Skin Deep

This past Spring, I found myself “unusually fascinated” by an ancient piece of history that had somehow eluded me for most of my life.

Like most people, I imagine, I have probably seen various manifestations of the Chi Rho symbol thousands of times in my life but had never once paused to consider its origin or what it might mean to me personally. Prior to 2013, I very much doubt that I would have been able even to articulate the phrase “Chi Rho” in response to seeing this symbol…and I was in a Greek fraternity all through college!

But then, we all see what we wish to see, and our prevailing interests have a way of casting a shadow over anything that might unsettle our thinking. For example, there’s a large Chi Rho adorning the front of another church building here in downtown Columbia, Mo. I don’t mind telling you that from 1993 to 1997 I never really thought about it all that much as I walked past, on my way to the corner liquor store. A symbolic reminder of a magnificent moment in time…entirely lost on my self-focused soul committed to self-destruction.

The item that captivated me earlier this year was the Battle of the Milvian Bridge in the year 312. Those who care to find out more can check out these results of a quick Google search; this particular battle caught my attention not so much for the fact that the outnumbered military forces of Constantine prevailed over those of Maxentius, but more due to the pre-battle story handed down to us by the noted historian Eusebius.

The vision of Constantine prior to the
Battle of the Milvian Bridge.

According to Eusebius, Constantine experienced a vision of Jesus the night before the battle and was inspired to paint Chi Rho – the first two letters in Greek for “Christ” – on his helmet and shield, instructing his personal body guard and soldiers to do likewise. After his amazing, unlikely victory over Maxentius, Constantine attributed his military triumph to “the God of the Christians” and later issued the Edict of Milan, thus marking the official end of Christian persecution in the newly-unified Roman Empire.
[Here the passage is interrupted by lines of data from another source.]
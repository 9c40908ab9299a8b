import { afterAll, beforeAll, describe, expect, it } from 'vitest';
import type { FrameDocumentJson } from '@shared/api/frames';
import { ApiClient, signedIn } from '../support/api-client';
import { makeFrame, makeProject, makeUser, makeWorkshop, sampleDocument } from '../support/factories';
import { createTestContext, truncateAll, type TestContext } from '../support/test-app';

// Reading a frame and its shop documents again: the frame answers with an ETag and 304 while unchanged
// (conditional requests, RFC 9110 §13.1.2 If-None-Match), the documents come from the cache until the frame
// changes, and nothing made for one frame, user or workshop is ever served for another.

let ctx: TestContext;
let alice: ApiClient;
let bob: ApiClient;
let carol: ApiClient;
let aliceFrame: string;
let bobFrame: string;

const csvLengths = (text: string) => text.split('\n').filter((l) => /\d/.test(l));

beforeAll(async () => {
  ctx = await createTestContext();
  await truncateAll(ctx.orm);
  const [a, b, c] = [await makeUser(ctx.orm), await makeUser(ctx.orm), await makeUser(ctx.orm)];
  const wa = await makeWorkshop(ctx.orm, [
    { user: a, role: 'owner' },
    { user: c, role: 'viewer' },
  ]);
  const wb = await makeWorkshop(ctx.orm, [{ user: b, role: 'owner' }]);
  aliceFrame = (await makeFrame(ctx.orm, await makeProject(ctx.orm, wa), { name: 'Bench', document: sampleDocument(3, 'a') })).id;
  bobFrame = (await makeFrame(ctx.orm, await makeProject(ctx.orm, wb), { name: 'Bench', document: sampleDocument(2, 'b') })).id;
  [alice, bob, carol] = [await signedIn(ctx.app, a), await signedIn(ctx.app, b), await signedIn(ctx.app, c)];
});
afterAll(() => ctx.close());

describe('GET /api/frames/:id', () => {
  it('answers with the stored document, an ETag, and 304 to a request that holds the current one', async () => {
    const res = await alice.get(`/api/frames/${aliceFrame}`).expect(200);
    expect(res.headers['content-type']).toMatch(/application\/json/);
    expect(res.body.document.members.map((m: { id: string }) => m.id)).toEqual(['a0', 'a1', 'a2']);
    expect(res.body).toMatchObject({ id: aliceFrame, version: 1, role: 'owner', memberCount: 3, name: 'Bench' });
    const etag = res.headers.etag as string;
    expect(etag).toBeTruthy();
    expect(res.headers['cache-control']).toMatch(/private/);
    const again = await alice.get(`/api/frames/${aliceFrame}`).set('If-None-Match', etag);
    expect(again.status).toBe(304);
    expect(again.text ?? '').toBe('');
  });

  it('a new version has a new ETag: the old one gets the new document, not a 304', async () => {
    const first = await alice.get(`/api/frames/${aliceFrame}`).expect(200);
    const etag = first.headers.etag as string;
    const doc = first.body.document as FrameDocumentJson;
    await alice.put(`/api/frames/${aliceFrame}/document`, { baseVersion: first.body.version, document: { ...doc, name: 'Bench, deeper' } }).expect(200);
    const res = await alice.get(`/api/frames/${aliceFrame}`).set('If-None-Match', etag);
    expect(res.status).toBe(200);
    expect(res.body.version).toBe(first.body.version + 1);
    expect(res.body.document.name).toBe('Bench, deeper');
    expect(res.headers.etag).not.toBe(etag);
  });

  it('never answers another member or an outsider from someone else’s copy', async () => {
    const owner = await alice.get(`/api/frames/${aliceFrame}`).expect(200);
    const etag = owner.headers.etag as string;
    // Another workshop's user holding the owner's ETag: still 404, as for any frame not theirs.
    expect((await bob.get(`/api/frames/${aliceFrame}`).set('If-None-Match', etag)).status).toBe(404);
    // A viewer of the same workshop: a different answer (their role), so the owner's ETag does not match.
    const viewer = await carol.get(`/api/frames/${aliceFrame}`).set('If-None-Match', etag);
    expect(viewer.status).toBe(200);
    expect(viewer.body.role).toBe('viewer');
  });
});

describe('shop documents from the cache', () => {
  it('the same document twice is the same bytes; a new version of the frame makes a new one', async () => {
    const url = `/api/frames/${aliceFrame}/shop/cut-list.csv`;
    const one = await alice.get(url).expect(200);
    const two = await alice.get(url).expect(200);
    expect(two.text).toBe(one.text);
    const current = await alice.get(`/api/frames/${aliceFrame}`).expect(200);
    const doc = current.body.document as FrameDocumentJson & { members: { id: string; length_mm: number }[] };
    const longer = { ...doc, members: doc.members.map((m) => (m.id === 'a0' ? { ...m, length_mm: 777 } : m)) };
    await alice.put(`/api/frames/${aliceFrame}/document`, { baseVersion: current.body.version, document: longer }).expect(200);
    const three = await alice.get(url).expect(200);
    expect(three.text).not.toBe(one.text);
    expect(three.text).toMatch(/777/);
    expect(one.text).not.toMatch(/777/);
    // The file name carries the new revision.
    expect(three.headers['content-disposition']).toMatch(new RegExp(`-r${current.body.version + 1}-cut-list`));
  });

  it('another workshop’s user gets 404 for a cached document, and their own frame’s document for theirs', async () => {
    const a = await alice.get(`/api/frames/${aliceFrame}/shop/cut-list.csv`).expect(200);
    expect((await bob.get(`/api/frames/${aliceFrame}/shop/cut-list.csv`)).status).toBe(404);
    const b = await bob.get(`/api/frames/${bobFrame}/shop/cut-list.csv`).expect(200);
    expect(b.text).not.toBe(a.text);
    expect(csvLengths(b.text).length).toBeLessThan(csvLengths(a.text).length);
  });

  it('the saw list PDF is served again from the cache with the same bytes, and units change it', async () => {
    const url = `/api/frames/${aliceFrame}/shop/saw-list.pdf`;
    const bin = (r: ReturnType<ApiClient['get']>) =>
      r.buffer(true).parse((res, cb) => {
        const chunks: Buffer[] = [];
        res.on('data', (c: Buffer) => chunks.push(c));
        res.on('end', () => cb(null, Buffer.concat(chunks)));
      });
    const one = await bin(alice.get(url)).expect(200);
    const two = await bin(alice.get(url)).expect(200);
    expect(Buffer.compare(one.body as Buffer, two.body as Buffer)).toBe(0);
    const inches = await bin(alice.get(`${url}?units=in`)).expect(200);
    expect(Buffer.compare(one.body as Buffer, inches.body as Buffer)).not.toBe(0);
  });
});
As I did my assigned research last semester, I couldn’t help but notice that Internet searches were consistently bringing up images of modern-day tattoos of these Greek letters, with some versions adding smaller Alpha and Omega characters in reference to Revelation 22:13. For the briefest of moments, I actually thought it might be cool to have a Chi Rho symbol tattooed over my heart, a lifelong reminder of the One to whom I belong.

But then I snapped out of it.

The history of the church is somewhat ambivalent to the authenticity of the conversion of Constantine. True, he demonstrated tolerance to the Christian church, but it was a tolerance that very closely hewed to the requirements of his own enormous political and military ambitions. To put it bluntly, Constantine’s acceptance of Christ never really got in the way of his own massive agenda. It’s a toss-up whether or not he was “the real deal,” and many church historians seem to think, “Probably not.” The allegiance of Constantine probably went no deeper than the layer of paint on the shields of his soldiers.

In our time, of course, we often risk making the very same mistake as Constantine. We hurry to adopt the external trappings of an authentic Christian faith – tattoos, jewelry, bumper stickers, etc. – but our excitement slows down considerably whenever we encounter the Person of Christ Himself and the truth of what following Him might mean for our lives. While there is certainly nothing wrong with slapping an Ichthys on the back of your Honda, the Jesus of Scripture consistently berates those who have taken on the outer manifestations of faith but have not bothered to cooperate with God’s Spirit in a cleansing of the soul (Matthew 23:25-28).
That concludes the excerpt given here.